→ **PROBLEM DESCRIPTION**
Extract every line from the records below that contains the word "formulaVersion".

—————

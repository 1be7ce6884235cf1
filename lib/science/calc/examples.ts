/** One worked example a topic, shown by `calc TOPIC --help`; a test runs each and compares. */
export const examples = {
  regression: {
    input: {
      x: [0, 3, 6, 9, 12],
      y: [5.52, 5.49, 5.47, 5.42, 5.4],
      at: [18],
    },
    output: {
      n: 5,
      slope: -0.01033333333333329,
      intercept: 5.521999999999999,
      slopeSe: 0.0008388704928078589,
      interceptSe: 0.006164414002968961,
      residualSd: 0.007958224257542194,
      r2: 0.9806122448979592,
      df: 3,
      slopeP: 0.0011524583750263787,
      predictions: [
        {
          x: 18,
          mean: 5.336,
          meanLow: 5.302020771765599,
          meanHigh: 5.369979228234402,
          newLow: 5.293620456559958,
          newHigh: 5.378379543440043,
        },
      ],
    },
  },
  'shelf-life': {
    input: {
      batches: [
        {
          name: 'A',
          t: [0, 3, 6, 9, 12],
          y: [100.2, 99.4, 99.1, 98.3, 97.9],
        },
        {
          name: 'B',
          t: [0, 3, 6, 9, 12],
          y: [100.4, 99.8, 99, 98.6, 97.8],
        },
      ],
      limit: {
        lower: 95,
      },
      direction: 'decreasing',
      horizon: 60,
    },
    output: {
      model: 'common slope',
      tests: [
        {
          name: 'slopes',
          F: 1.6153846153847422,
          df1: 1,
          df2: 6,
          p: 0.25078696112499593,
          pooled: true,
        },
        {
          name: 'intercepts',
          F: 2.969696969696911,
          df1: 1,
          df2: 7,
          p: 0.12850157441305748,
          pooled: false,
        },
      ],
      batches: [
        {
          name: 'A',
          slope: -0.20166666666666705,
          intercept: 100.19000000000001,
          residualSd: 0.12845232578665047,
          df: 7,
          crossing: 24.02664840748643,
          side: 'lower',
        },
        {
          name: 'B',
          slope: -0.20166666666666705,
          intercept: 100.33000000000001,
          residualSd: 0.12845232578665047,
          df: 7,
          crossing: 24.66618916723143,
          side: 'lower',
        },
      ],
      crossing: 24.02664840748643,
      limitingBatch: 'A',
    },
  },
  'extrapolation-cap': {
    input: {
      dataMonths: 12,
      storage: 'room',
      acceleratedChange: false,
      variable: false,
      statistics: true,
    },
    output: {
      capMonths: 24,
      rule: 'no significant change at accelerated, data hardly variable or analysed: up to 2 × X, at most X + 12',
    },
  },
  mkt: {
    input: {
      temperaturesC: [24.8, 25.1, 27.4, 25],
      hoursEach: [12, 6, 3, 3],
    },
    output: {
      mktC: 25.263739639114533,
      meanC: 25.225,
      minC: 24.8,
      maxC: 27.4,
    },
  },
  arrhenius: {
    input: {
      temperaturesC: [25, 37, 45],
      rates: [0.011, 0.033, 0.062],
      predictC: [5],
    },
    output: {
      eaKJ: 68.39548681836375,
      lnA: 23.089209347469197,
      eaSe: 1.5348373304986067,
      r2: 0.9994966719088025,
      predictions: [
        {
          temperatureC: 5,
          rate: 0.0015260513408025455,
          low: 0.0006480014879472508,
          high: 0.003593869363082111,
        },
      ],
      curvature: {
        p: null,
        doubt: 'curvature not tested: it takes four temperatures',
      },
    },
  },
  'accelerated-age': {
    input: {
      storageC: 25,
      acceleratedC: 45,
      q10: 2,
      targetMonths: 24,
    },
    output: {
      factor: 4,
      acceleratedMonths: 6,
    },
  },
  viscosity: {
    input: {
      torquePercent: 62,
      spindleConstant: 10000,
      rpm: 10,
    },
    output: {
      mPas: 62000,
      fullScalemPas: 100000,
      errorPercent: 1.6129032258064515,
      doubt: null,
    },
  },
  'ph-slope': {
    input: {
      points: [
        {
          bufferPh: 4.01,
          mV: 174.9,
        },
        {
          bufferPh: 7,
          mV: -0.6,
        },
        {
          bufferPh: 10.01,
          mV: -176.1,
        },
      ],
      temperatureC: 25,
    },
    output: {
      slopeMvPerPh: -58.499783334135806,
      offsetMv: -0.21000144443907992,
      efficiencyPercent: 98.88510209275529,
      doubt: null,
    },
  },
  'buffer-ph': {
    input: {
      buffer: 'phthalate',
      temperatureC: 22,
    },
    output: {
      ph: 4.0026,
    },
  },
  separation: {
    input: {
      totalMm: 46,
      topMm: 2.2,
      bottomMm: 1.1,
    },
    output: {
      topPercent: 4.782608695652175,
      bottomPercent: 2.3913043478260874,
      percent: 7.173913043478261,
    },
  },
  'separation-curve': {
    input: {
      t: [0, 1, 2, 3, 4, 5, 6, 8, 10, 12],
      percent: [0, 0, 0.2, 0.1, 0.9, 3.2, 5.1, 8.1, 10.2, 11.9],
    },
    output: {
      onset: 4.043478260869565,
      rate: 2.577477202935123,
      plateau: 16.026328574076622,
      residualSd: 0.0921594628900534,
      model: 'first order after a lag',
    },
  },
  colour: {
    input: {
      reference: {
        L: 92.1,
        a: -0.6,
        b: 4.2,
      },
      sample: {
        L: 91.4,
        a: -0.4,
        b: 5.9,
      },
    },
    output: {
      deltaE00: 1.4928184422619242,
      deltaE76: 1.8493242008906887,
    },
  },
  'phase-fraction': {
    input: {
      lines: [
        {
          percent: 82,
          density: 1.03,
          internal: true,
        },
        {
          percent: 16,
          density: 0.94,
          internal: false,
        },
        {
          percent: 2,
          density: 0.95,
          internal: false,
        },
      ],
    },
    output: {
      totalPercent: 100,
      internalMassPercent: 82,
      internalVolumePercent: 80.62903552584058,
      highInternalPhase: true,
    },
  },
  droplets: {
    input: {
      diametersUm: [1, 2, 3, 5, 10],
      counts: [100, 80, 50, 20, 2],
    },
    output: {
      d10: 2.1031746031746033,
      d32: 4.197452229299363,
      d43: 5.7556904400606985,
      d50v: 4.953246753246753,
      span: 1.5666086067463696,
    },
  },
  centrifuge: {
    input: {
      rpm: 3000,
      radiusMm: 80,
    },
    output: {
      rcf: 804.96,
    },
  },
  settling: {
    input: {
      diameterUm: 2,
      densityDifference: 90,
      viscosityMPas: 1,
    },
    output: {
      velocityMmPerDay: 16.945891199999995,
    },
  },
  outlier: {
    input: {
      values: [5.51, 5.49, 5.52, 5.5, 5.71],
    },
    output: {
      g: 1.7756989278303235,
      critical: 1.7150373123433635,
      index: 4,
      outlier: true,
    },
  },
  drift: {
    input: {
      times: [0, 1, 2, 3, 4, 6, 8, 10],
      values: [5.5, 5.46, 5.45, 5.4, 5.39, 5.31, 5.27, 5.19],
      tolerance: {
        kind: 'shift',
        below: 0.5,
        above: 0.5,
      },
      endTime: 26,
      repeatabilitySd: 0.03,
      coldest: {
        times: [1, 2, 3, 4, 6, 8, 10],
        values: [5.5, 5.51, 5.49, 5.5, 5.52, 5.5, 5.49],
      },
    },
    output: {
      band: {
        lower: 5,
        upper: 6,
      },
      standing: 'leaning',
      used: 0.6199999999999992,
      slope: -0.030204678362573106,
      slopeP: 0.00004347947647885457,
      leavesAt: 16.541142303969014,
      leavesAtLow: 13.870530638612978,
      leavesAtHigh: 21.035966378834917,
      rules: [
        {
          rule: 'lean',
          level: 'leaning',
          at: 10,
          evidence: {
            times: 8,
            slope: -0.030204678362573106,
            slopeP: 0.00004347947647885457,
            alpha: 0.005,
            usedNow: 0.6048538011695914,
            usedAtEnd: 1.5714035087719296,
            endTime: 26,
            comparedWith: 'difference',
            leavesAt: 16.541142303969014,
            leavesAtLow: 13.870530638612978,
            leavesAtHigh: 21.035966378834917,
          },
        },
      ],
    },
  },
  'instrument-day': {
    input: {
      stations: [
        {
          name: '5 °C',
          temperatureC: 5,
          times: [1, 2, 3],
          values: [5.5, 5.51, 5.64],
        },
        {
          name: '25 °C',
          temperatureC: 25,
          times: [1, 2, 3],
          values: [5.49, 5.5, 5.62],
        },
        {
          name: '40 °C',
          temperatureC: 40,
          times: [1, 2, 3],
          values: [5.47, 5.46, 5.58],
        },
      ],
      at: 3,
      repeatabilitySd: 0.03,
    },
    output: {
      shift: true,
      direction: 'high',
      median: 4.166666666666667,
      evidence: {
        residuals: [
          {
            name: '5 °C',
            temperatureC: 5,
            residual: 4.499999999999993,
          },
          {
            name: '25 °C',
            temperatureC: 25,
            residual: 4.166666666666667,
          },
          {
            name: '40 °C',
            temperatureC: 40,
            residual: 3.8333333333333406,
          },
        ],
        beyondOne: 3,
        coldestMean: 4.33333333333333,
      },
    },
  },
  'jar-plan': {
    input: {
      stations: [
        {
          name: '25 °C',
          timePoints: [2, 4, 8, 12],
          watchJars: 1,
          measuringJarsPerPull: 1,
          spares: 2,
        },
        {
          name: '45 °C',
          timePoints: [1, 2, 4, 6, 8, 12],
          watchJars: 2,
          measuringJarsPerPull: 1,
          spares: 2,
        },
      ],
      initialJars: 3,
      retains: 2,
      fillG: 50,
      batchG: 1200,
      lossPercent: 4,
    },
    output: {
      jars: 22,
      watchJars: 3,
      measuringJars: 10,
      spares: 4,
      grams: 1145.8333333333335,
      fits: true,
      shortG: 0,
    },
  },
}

—————

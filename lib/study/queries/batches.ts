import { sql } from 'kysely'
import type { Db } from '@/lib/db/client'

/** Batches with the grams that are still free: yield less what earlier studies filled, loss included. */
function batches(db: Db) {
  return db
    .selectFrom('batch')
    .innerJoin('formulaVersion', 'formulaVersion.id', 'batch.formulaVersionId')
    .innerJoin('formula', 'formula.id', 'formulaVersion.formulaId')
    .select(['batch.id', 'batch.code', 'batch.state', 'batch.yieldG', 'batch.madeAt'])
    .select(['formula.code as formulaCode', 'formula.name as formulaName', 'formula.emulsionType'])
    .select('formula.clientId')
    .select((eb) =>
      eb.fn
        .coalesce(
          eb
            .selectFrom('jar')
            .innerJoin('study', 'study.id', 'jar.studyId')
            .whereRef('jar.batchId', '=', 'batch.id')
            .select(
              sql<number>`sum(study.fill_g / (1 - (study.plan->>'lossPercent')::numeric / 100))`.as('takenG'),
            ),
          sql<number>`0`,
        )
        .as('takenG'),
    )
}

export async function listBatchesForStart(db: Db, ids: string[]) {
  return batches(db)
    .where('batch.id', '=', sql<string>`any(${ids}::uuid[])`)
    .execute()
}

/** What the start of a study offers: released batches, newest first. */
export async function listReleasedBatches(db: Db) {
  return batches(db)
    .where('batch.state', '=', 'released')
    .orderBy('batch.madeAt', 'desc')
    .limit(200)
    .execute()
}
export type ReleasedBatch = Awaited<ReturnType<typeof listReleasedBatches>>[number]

—————

→ **OUTPUT**
    .innerJoin('formulaVersion', 'formulaVersion.id', 'batch.formulaVersionId')
    .innerJoin('formula', 'formula.id', 'formulaVersion.formulaId')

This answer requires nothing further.